Entries taken from a collection
######
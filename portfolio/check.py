"""Stage 2: syntax tree -> checked, typed model (:mod:`portfolio.model`).

Walks the Lark tree, resolves presets, converts every quantity to canonical
units, checks names, ranges and state-of-charge consistency, and loads the
time series (:mod:`portfolio.series`).  Every finding is a diagnostic with the
span of the text it is about.  Topology checks live in :mod:`portfolio.graph`.
"""

from __future__ import annotations

import difflib
import math
import re
from dataclasses import dataclass, field
from pathlib import Path
from typing import Dict, List, Optional, Tuple
from zoneinfo import ZoneInfo, ZoneInfoNotFoundError, available_timezones

import pandas as pd
from lark import Token, Tree

from . import model as M
from . import units as U
from .diagnostics import (BadTimestamp, DelayNotWhole, DuplicateName, DuplicateSetting, ExportUnpriced,
                          Implausible, NameCaseClash, NameTooLong,
                          HorizonMisfit, ImportUnpriced, LimitInconsistent, MissingSetting, OutOfRange,
                          RouteDuplicate, RouteKindMismatch, RouteToSelf, ReservedName, RuleTooLong, Sink, SocInconsistent,
                          SpillNotAllowed, UnknownName, UnknownUnit, UnknownZone, UnusedPreset,
                          UnusedSetting, WrongDimension, WrongNameKind)
from .check_state import check_carried_state, steps_rounded_up
from .series import SeriesSpec, load_series
from .spans import Span

# a leap year of 5-minute steps; a longer horizon is a study for the windowed
# dispatch, not one model (1,000,000 steps of one store took 7.4 GB)
MAX_STEPS = 366 * 288
RESERVED_NAMES = {"schedule", "summary"}   # output files schedule.csv and summary.json
MIN_STEP_H = 1 / 3600  # one second


def _unit_hint(unit: str) -> str:
    """'mw' -> did you mean 'MW'? (units are case-sensitive: 'mW' is not 'MW')."""
    same = [u for u in U.known_units() if u.casefold() == unit.casefold()]
    return f"; did you mean '{same[0]}'?" if same else suggest(unit, U.known_units())


def suggest(name: str, candidates) -> str:
    close = difflib.get_close_matches(name, list(candidates), n=1, cutoff=0.6)
    return f"; did you mean '{close[0]}'?" if close else ""


# What a route kind may join: (source kind, target kind).  docs/language.md
ROUTE_RULES = {
    M.ROUTE_RELEASE: {(M.KIND_RESERVOIR, M.KIND_RESERVOIR), ("other", "other")},
    M.ROUTE_SPILL: {(M.KIND_RESERVOIR, M.KIND_RESERVOIR), ("other", "other")},
    M.ROUTE_TRANSFER: {(M.KIND_THERMAL, M.KIND_THERMAL), (M.KIND_RESERVOIR, M.KIND_RESERVOIR),
                       ("other", "other")},
}


@dataclass
class _Decl:
    """A name in the one shared namespace."""
    kind: str           # "price", "demand", "supply", "connection", "site", "storage", "preset"
    span: Span
    node: Tree = None
    extra: dict = field(default_factory=dict)
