# ---------------------------------------------------------------------------
# the horizon's step edges, in integer nanoseconds since the epoch (UTC)
# ---------------------------------------------------------------------------

@dataclass(frozen=True)
class _Grid:
    start: int
    step: int
    steps: int
    zone: str
    span: Span

    @classmethod
    def of(cls, horizon: Horizon) -> "_Grid":
        start = pd.Timestamp(horizon.start)
        if start.tzinfo is None:
            start = start.tz_localize(horizon.zone)
        step = pd.Timedelta(hours=horizon.step_hours).value
        return cls(int(start.tz_convert("UTC").value), int(step), int(horizon.steps),
                   horizon.zone, horizon.span)

    @property
    def end(self) -> int:
        return self.start + self.step * self.steps

    def show(self, ns: int) -> str:
        """A UTC-nanosecond instant as ISO 8601 in the horizon's zone."""
        ts = pd.Timestamp(min(ns, _INT64_MAX), tz="UTC")
        try:
            ts = ts.tz_convert(self.zone)
        except Exception:       # the checker reports a bad zone (P305)
            pass
        return ts.isoformat()


def _duration(ns: int) -> str:
    """``5400e9`` -> ``'1 h 30 min'``."""
    ns = abs(int(ns))
    seconds, rest = divmod(ns, 10**9)
    days, seconds = divmod(seconds, 86400)
    hours, seconds = divmod(seconds, 3600)
    minutes, seconds = divmod(seconds, 60)
    parts = []
    if days:
        parts.append(f"{days} day" + ("s" if days != 1 else ""))
    if hours:
        parts.append(f"{hours} h")
    if minutes:
        parts.append(f"{minutes} min")
    if seconds or rest:
        parts.append(f"{seconds + rest / 1e9:g} s")
    return " ".join(parts) or "0 s"


# ---------------------------------------------------------------------------
# inline lists and constants
# ---------------------------------------------------------------------------

def _load_inline(spec: SeriesSpec, grid: _Grid, sink: Sink) -> Optional[Series]:
    where = spec.values_span or spec.span
    raw = tuple(spec.values)
    if len(raw) != grid.steps:
        sink.add(SeriesLength, where,
                 f"series '{spec.name}' lists {len(raw)} value{'s' if len(raw) != 1 else ''} "
                 f"but the horizon has {grid.steps} step{'s' if grid.steps != 1 else ''}",
                 "an inline list needs exactly one value per step; "
                 "for longer data use a CSV file")
        return None
    values = np.full(len(raw), np.nan)
    bad = []
    for k, x in enumerate(raw):
        try:
            values[k] = float(x)
        except (TypeError, ValueError, OverflowError):
            pass
        if not np.isfinite(values[k]):
            bad.append(k)
    if bad:
        listed = ", ".join(str(k + 1) for k in bad[:_LISTED_MORE])
        sink.add(SeriesBadValue, where,
                 f"series '{spec.name}': list entr{'ies' if len(bad) > 1 else 'y'} {listed} "
                 f"{'are' if len(bad) > 1 else 'is'} not a finite number")
        return None
    with np.errstate(all="ignore"):
        values = values * spec.factor
    if not np.isfinite(values).all():
        sink.add(SeriesBadValue, where, f"series '{spec.name}': the list's values are too large")
        return None
    if _implausible_in_values(spec, values, "list entry", where, sink):
        return None
    if spec.quantity == "power":
        neg = np.flatnonzero(values < 0)
        if neg.size:
            k = int(neg[0])
            sink.add(SeriesNegative, where,
                     f"power series '{spec.name}' has a negative value "
                     f"({raw[k]!r}, entry {k + 1} of the list)",
                     *_negative_notes(neg.size - 1, "entries", []))
            return None
    return _make_series(spec, values, f"inline list of {len(raw)} values")


def _load_constant(spec: SeriesSpec, grid: _Grid, sink: Sink) -> Optional[Series]:
    try:
        value = float(spec.constant)
    except (TypeError, ValueError, OverflowError):
        value = float("nan")
    if not np.isfinite(value):
        sink.add(SeriesBadValue, spec.span,
                 f"series '{spec.name}': {spec.constant!r} is not a finite number")
        return None
    value *= spec.factor
    if _implausible_in_values(spec, np.array([value]), "the constant, value", spec.span, sink):
        return None
    if spec.quantity == "power" and value < 0:
        sink.add(SeriesNegative, spec.span,
                 f"power series '{spec.name}' is negative ({spec.constant!r})",
                 *_negative_notes(0, "", []))
        return None
    return _make_series(spec, np.full(grid.steps, value), f"constant {spec.constant:g}")


def _negative_notes(more: int, what: str, lines: List[int]) -> Tuple[str, ...]:
    notes = ["a power profile gives MW available or needed and cannot be negative; "
             "the direction comes from how the series is used (inflow or demand)"]
    if more > 0:
        notes.insert(0, _more_note(more, what, lines))
    return tuple(notes)


def _more_note(more: int, what: str, lines: List[int]) -> str:
    text = f"and {more} more {what}".rstrip()
    if lines:
        shown = ", ".join(str(n) for n in lines[:_LISTED_MORE])
        tail = ", ..." if len(lines) > _LISTED_MORE else ""
        text += f" (line{'s' if len(lines) > 1 else ''} {shown}{tail})"
    return text


# ---------------------------------------------------------------------------
# CSV files
# ---------------------------------------------------------------------------

class _Unreadable(Exception):
    """A series file cannot be read; the message says why."""


@dataclass
class _Table:
    """A CSV file's header, and its data rows read on request.

    Two ways of reading give the same cells.  The careful way runs Python's
    ``csv`` module over every line (any quoting).  The lean way, for a file
    of plain ASCII without quotes, finds lines and separators in the bytes
    with numpy and keeps only the columns asked for (:meth:`keep`); the
    careful records are made from the text only when a fault is reported.
    """

    shown: str                 # path for spans and messages
    delimiter: str
    header: List[str]          # stripped header cells
    header_line: int
    lines: Optional[Sequence[int]]   # file line of each data record (blank lines dropped); lean: set by keep
    data: bytes = b""          # the file's bytes
    lean: bool = False
    _records: Optional[List[List[str]]] = None
    _raw: Optional[List[str]] = None
    _columns: Optional[Dict[int, Tuple[np.ndarray, np.ndarray]]] = None

    @property
    def text(self) -> str:
        return self.data.decode("utf-8-sig")

    @property
    def raw(self) -> List[str]:
        """Every physical line of the file."""
        if self._raw is None:
            self._raw = list(io.StringIO(self.text, newline=""))
        return self._raw

    @property
    def rows(self) -> List[List[str]]:
        """Data records as lists of cells (made from the text when first asked in lean mode)."""
        if self._records is None:
            parsed = _parse_records(self.raw, self.delimiter, '"' in self.text)
            self._records = parsed[2]
        return self._records

    def __len__(self) -> int:
        if self.lines is None:
            self.keep([])
        return len(self.lines)

    def span(self, row: int, col: int) -> Span:
        """Span of one cell: its file line and, when easy, its columns."""
        line = int(self.lines[row]) if row >= 0 else self.header_line
        text = self.raw[line - 1].rstrip("\r\n") if line - 1 < len(self.raw) else ""
        record = self.rows[row] if row >= 0 else self.header
        if '"' not in text:                  # unquoted: the record is this one line
            fields = text.split(self.delimiter)
            if col < len(fields):
                start = sum(len(f) + 1 for f in fields[:col])
                cell = fields[col]
                lead = len(cell) - len(cell.lstrip())
                c0 = start + lead + 1
                return Span(self.shown, line, c0, line, c0 + len(cell.strip()))
            if len(record) <= col:           # a short row: point past its end
                return Span(self.shown, line, len(text) + 1, line, len(text) + 1)
        return Span(self.shown, line, 1, line, len(text) + 1)

    def keep(self, cols: Sequence[int]) -> None:
        """Read the columns ``cols`` (lean mode; the careful mode has them all)."""
        if self.lean and (self._columns is None or not set(cols) <= set(self._columns)):
            found = _lean_columns(self.data, self.delimiter, self.header_line, sorted(set(cols)))
            self.lines = found.pop("lines")
            self._columns = found

    def column(self, col: int) -> Tuple[np.ndarray, np.ndarray]:
        """Stripped cells of one column as a bytes or str array ('' where a row
        is too short), and the mask of the rows too short to have it."""
        if self._columns is not None and col in self._columns:
            return self._columns[col]
        rows = self.rows
        missing = np.fromiter((col >= len(r) for r in rows), dtype=bool, count=len(rows))
        texts = np.array([r[col].strip() if col < len(r) else "" for r in rows], dtype=str)
        return texts, missing

    def cell(self, row: int, col: int) -> Optional[str]:
        """One stripped cell; ``None`` where the row is too short."""
        if self._columns is not None and col in self._columns:
            texts, missing = self._columns[col]
            return None if missing[row] else texts[row].decode("ascii")
        r = self.rows[row]
        return r[col].strip() if col < len(r) else None
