// `meander cost`: the figures against hand counts, the solver's counting rule,
// SciPy's own evaluation count, the emitted header, and the cross tools.
#include "compiler/cost.hpp"

#include <fmt/format.h>
#include <gtest/gtest.h>

#include <cmath>
#include <cstdio>
#include <cstdlib>
#include <filesystem>
#include <fstream>
#include <nlohmann/json.hpp>
#include <random>
#include <regex>
#include <sstream>
#include <string>
#include <unistd.h>

#include "compiler/emit.hpp"
#include "compiler/lower.hpp"
#include "compiler/quantise.hpp"
#include "test_support.hpp"

namespace meander {
namespace {

namespace fs = std::filesystem;
using test::adaptive_solver;
using test::capture;
using test::continuous;
using test::dense_block;
using test::fixed_solver;
using test::read_text;

Dense dense(const std::string& name, int in, int out, Activation act, std::mt19937& rng, double scale,
            bool time_input = false) {
    Dense d = test::dense_layer(name, in, out, act, time_input);
    std::uniform_real_distribution<double> u(-scale, scale);
    d.weight.resize(out, d.in_total());
    for (int i = 0; i < out; ++i)
        for (int j = 0; j < d.in_total(); ++j) d.weight(i, j) = u(rng);
    d.bias.resize(out);
    for (int i = 0; i < out; ++i) d.bias(i) = u(rng);
    return d;
}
######
Assignment
Starting at the first line of the records above, please copy each line exactly until you reach the line containing "from zoneinfo import". Include that line and stop there.

Completed task
filename portfolio/check.py
"""Stage 2: syntax tree -> checked, typed model (:mod:`portfolio.model`).

Walks the Lark tree, resolves presets, converts every quantity to canonical
units, checks names, ranges and state-of-charge consistency, and loads the
time series (:mod:`portfolio.series`).  Every finding is a diagnostic with the
span of the text it is about.  Topology checks live in :mod:`portfolio.graph`.
"""

from __future__ import annotations

import difflib
import math
import re
from dataclasses import dataclass, field
from pathlib import Path
from typing import Dict, List, Optional, Tuple
from zoneinfo import ZoneInfo, ZoneInfoNotFoundError, available_timezones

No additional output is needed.